Assignment. Each line below that includes the word "backward" is to be reported.

———

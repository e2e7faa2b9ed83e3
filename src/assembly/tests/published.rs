//! Roll-ups with known answers.

use super::*;

/// Three items of 12, 7.5 and 3.25 kg at 100, 250 and −80 mm: M 22.75 kg and X = Σmx/M =
/// 2815/22.75 = 123.736264 mm (law of propagation example, our own numbers, computed by hand).
#[test]
fn three_items() {
    let (b, warned) = Bench::new().of("[assembly]\nname = \"three\"\nunit = \"mm\"\n\
         [[item]]\nname = \"a\"\nmass = \"12 kg ± 0.12 kg\"\nat = [100, 0, 0]\n\
         [[item]]\nname = \"b\"\nmass = \"7.5 kg\"\nat = [250, 0, 0]\n\
         [[item]]\nname = \"c\"\nmass = \"3.25 kg\"\nat = [\"-80 mm\", 0, 0]\n\
         [[limit]]\nmass = { to = \"22.75 kg\" }\ncentre.x = { from = 100, to = 120 }\n");
    let total = b.total.as_ref().unwrap();
    assert_eq!(total.mass_kg, 22.75);
    near(total.centre_of_mass_m[0], 2.815 / 22.75);
    assert!((total.centre_of_mass_m[0] * 1e3 - 123.736_264).abs() < 5e-7);
    assert!(warned.is_empty());
    // The mass stands on its limit, which holds; the centre is 3.736264 mm past its.
    let [mass, centre] = b.limits.as_slice() else {
        panic!()
    };
    assert_eq!(
        (mass.margin, mass.verdict),
        (0.0, crate::limits::Verdict::Holds)
    );
    assert_eq!(
        (mass.name.as_str(), centre.name.as_str()),
        ("mass", "centre.x")
    );
    assert_eq!(centre.verdict, crate::limits::Verdict::Broken);
    assert!((centre.margin * 1e3 + 3.736_264).abs() < 5e-7);
    assert!((centre.margin_percent.unwrap() + 100.0 * 3.736_264 / 20.0).abs() < 1e-5);
    assert_eq!(b.exit(), 1);
}

/// Centre of three wheels: 475 lb at 55 in, 1046 and 1040 lb at 121 in: 2561 lb at 108.75869 in
/// (inputs from a public aviation handbook, answer computed here).
#[test]
fn three_wheels_in_pounds_and_inches() {
    let (b, _) = Bench::new().of("[assembly]\nunit = \"in\"\n\
         [[item]]\nname = \"nose\"\nmass = \"475 lb\"\nat = [55, 0, 0]\n\
         [[item]]\nname = \"left\"\nmass = \"1046 lb\"\nat = [121, 0, 0]\n\
         [[item]]\nname = \"right\"\nmass = \"1040 lb\"\nat = [121, 0, 0]\n");
    let total = b.total.unwrap();
    // A pound is 0.45359237 kg exactly.
    near(total.mass_kg, 2561.0 * 0.453_592_37);
    assert!((total.centre_of_mass_m[0] / 0.0254 - 108.758_69).abs() < 5e-6);
    assert_eq!(b.name, "it");
}

/// 0.1 kg and 0.2 kg keep a limit of 0.3 kg, though their doubles add up to more.
#[test]
fn decimals_keep_a_decimal_limit() {
    let (b, _) = Bench::new().of("[assembly]\nunit = \"m\"\n\
         [[item]]\nname = \"a\"\nmass = \"0.1 kg\"\n[[item]]\nname = \"b\"\nmass = \"0.2 kg\"\n\
         [[limit]]\nmass = { to = \"0.3 kg\" }\n");
    assert_eq!(b.exit(), 0);
    assert_eq!(b.limits[0].margin, 0.0);
}

/// The 2×3×4 box of density 1 has V 24 and inertia 50, 40, 26 about its middle (closed form), also
/// a million of its sizes from the origin.
#[test]
fn box_far_from_the_origin() {
    for at in [0.0, 4e6] {
        let mut bench = Bench::new().mesh("b.obj", vec![block("b", [0.0; 3], [2.0, 3.0, 4.0])]);
        let (b, _) = bench.of(&format!(
            "[assembly]\nunit = \"m\"\n[material.one]\ndensity = \"1 kg/m3\"\n\
             [[part]]\nmesh = \"b.obj\"\nmaterial = \"one\"\nat = [{at}, {at}, {at}]\n"
        ));
        let total = b.total.unwrap();
        near(total.mass_kg, 24.0);
        near3(
            total.centre_of_mass_m,
            [at + 1.0, at + 1.5, at + 2.0],
            at.max(1.0),
        );
        for (n, wanted) in [50.0, 40.0, 26.0].into_iter().enumerate() {
            near(total.inertia_kg_m2[n][n], wanted);
        }
        assert_eq!(total.principal_axes[0], [0.0, 0.0, 1.0]);
        near3(total.principal_moments_kg_m2, [26.0, 40.0, 50.0], 50.0);
        near(total.radii_of_gyration_m[0], (26.0_f64 / 24.0).sqrt());
    }
}
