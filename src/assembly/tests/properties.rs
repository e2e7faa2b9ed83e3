//! What must hold of any assembly.

use proptest::prelude::*;

use super::*;

fn number() -> impl Strategy<Value = f64> {
    // Whole thousandths, so that the text of the file holds them exactly.
    (-3000_i32..3000).prop_map(|n| f64::from(n) / 1000.0)
}

fn position() -> impl Strategy<Value = String> {
    let vector = || (number(), number(), number());
    let axis = vector().prop_filter("an axis", |(x, y, z)| x.abs() + y.abs() + z.abs() > 0.1);
    let normal = vector().prop_filter("a normal", |(x, y, z)| x.abs() + y.abs() + z.abs() > 0.1);
    (vector(), axis, -360_i32..360, proptest::option::of(normal)).prop_map(|(at, axis, angle, mirror)| {
        let mirror = mirror.map_or(String::new(), |m| format!("mirror = [{}, {}, {}]\n", m.0, m.1, m.2));
        format!(
            "at = [{}, {}, {}]\nturn = {{ axis = [{}, {}, {}], angle = \"{angle} deg\" }}\n{mirror}",
            at.0, at.1, at.2, axis.0, axis.1, axis.2
        )
    })
}

fn bench() -> Bench {
    Bench::new().mesh("a.obj", vec![block("a", [0.1, -0.2, 0.3], [1.1, 0.5, 2.0])])
}

const HEAD: &str = "[assembly]\nunit = \"m\"\n[material.m]\ndensity = \"2 kg/m3\"\n";
const PART: &str = "name = \"a\"\nmesh = \"a.obj\"\nmaterial = \"m\"\n";

#[track_caller]
fn alike(a: &Total, b: &Total) {
    // Things of size 3 at distances up to 15: a few hundred roundings of what passes through.
    let scale = 20.0;
    assert!((a.mass_kg - b.mass_kg).abs() <= 1e-13 * a.mass_kg);
    for n in 0..3 {
        assert!((a.centre_of_mass_m[n] - b.centre_of_mass_m[n]).abs() <= 1e-13 * scale);
        for m in 0..3 {
            let d = a.inertia_kg_m2[n][m] - b.inertia_kg_m2[n][m];
            assert!(d.abs() <= 1e-13 * scale * scale * a.mass_kg, "{a:?} {b:?}");
        }
        for end in 0..2 {
            assert!((a.bounds_m[end][n] - b.bounds_m[end][n]).abs() <= 1e-13 * scale);
        }
    }
}

proptest! {
    #![proptest_config(ProptestConfig::with_cases(48))]

    /// A part in groups in groups stands where the composed placement puts it.
    #[test]
    fn nested_is_composed(p in position(), q in position(), r in position()) {
        let mut bench = bench();
        let (nested, _) = bench.of(&format!(
            "{HEAD}[[group]]\nname = \"g\"\n{r}[[group.group]]\nname = \"h\"\n{q}[[group.group.part]]\n{PART}{p}"
        ));
        let alone = |bench: &mut Bench, p: &str| {
            bench.put("one.toml", &format!("{HEAD}[[part]]\n{PART}{p}"));
            let loaded = bench.load("one.toml").unwrap();
            loaded.file.entries[0].position().placements().next().unwrap()
        };
        let placement = alone(&mut bench, &p)
            .then(&alone(&mut bench, &q))
            .then(&alone(&mut bench, &r));
        let body = block("a", [0.1, -0.2, 0.3], [1.1, 0.5, 2.0]).read(LengthUnit::M);
        let moments = body.figures().moments.weighted(2.0).placed(&placement);
        let total = nested.total.unwrap();
        near3(total.centre_of_mass_m, moments.centre().unwrap().into(), 20.0);
        let inertia = moments.inertia().unwrap();
        for n in 0..3 {
            near3(total.inertia_kg_m2[n], inertia.row(n).transpose().into(), 20.0);
        }
        let turned = body.bounds_turned(&placement.turn).map(|c| Vector3::from(c) + placement.at);
        for (found, wanted) in total.bounds_m.into_iter().zip(turned) {
            near3(found, wanted.into(), 20.0);
        }
        prop_assert_eq!(&nested.parts[0].path, "g/h/a");
    }

    /// A placement changes neither mass nor principal moments, mirrored or not.
    #[test]
    fn placement_keeps_mass_and_principal_moments(p in position()) {
        let mut bench = bench();
        let (plain, _) = bench.of(&format!("{HEAD}[[part]]\n{PART}"));
        let (placed, _) = bench.of(&format!("{HEAD}[[part]]\n{PART}{p}"));
        let (a, b) = (plain.total.unwrap(), placed.total.unwrap());
        prop_assert_eq!(a.mass_kg, b.mass_kg);
        near3(a.principal_moments_kg_m2, b.principal_moments_kg_m2, 10.0 * a.principal_moments_kg_m2[2]);
    }

    /// `places` is the same as parts of their own, and their order matters to rounding alone.
    #[test]
    fn places_are_parts(
        places in proptest::collection::vec((number(), number(), number()), 1..6),
        p in position(),
    ) {
        let mut bench = bench();
        let turn: String = p.lines().skip(1).map(|l| format!("{l}\n")).collect();
        let list: Vec<_> = places.iter().map(|(x, y, z)| format!("[{x}, {y}, {z}]")).collect();
        let (repeated, _) = bench.of(&format!("{HEAD}[[part]]\n{PART}{turn}places = [{}]\n", list.join(", ")));
        let part = |n: usize| {
            format!("[[part]]\n{}{turn}at = {}\n", PART.replace("\"a\"", &format!("\"a{n}\"")), list[n])
        };
        let parts: String = (0..list.len()).map(part).collect();
        let (apart, _) = bench.of(&format!("{HEAD}{parts}"));
        prop_assert_eq!(repeated.total.as_ref().unwrap(), apart.total.as_ref().unwrap());
        let backward: String = (0..list.len()).rev().map(part).collect();
        let (backward, _) = bench.of(&format!("{HEAD}{backward}"));
        alike(repeated.total.as_ref().unwrap(), backward.total.as_ref().unwrap());
        let grouped: String = format!("{HEAD}[[group]]\nname = \"g\"\nplaces = [{}]\n[[group.part]]\n{PART}{turn}", list.join(", "));
        let (grouped, _) = bench.of(&grouped);
        alike(repeated.total.as_ref().unwrap(), grouped.total.as_ref().unwrap());
        prop_assert_eq!(grouped.by_group.len(), list.len());
    }

    /// No text makes it panic.
    #[test]
    fn any_text(text in "(\\[\\[?(part|item|assembly|group|limit)\\]?\\]|[a-z]{1,4}|=|\"|\\{|\\}|,|[0-9.]+|\n| ){0,60}") {
        let bench = bench();
        for name in ["it.toml", "it.json"] {
            bench.put(name, &text);
            let _ = bench.load(name);
        }
    }
}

———

Result.
        let backward: String = (0..list.len()).rev().map(part).collect();
        let (backward, _) = bench.of(&format!("{HEAD}{backward}"));
        alike(repeated.total.as_ref().unwrap(), backward.total.as_ref().unwrap());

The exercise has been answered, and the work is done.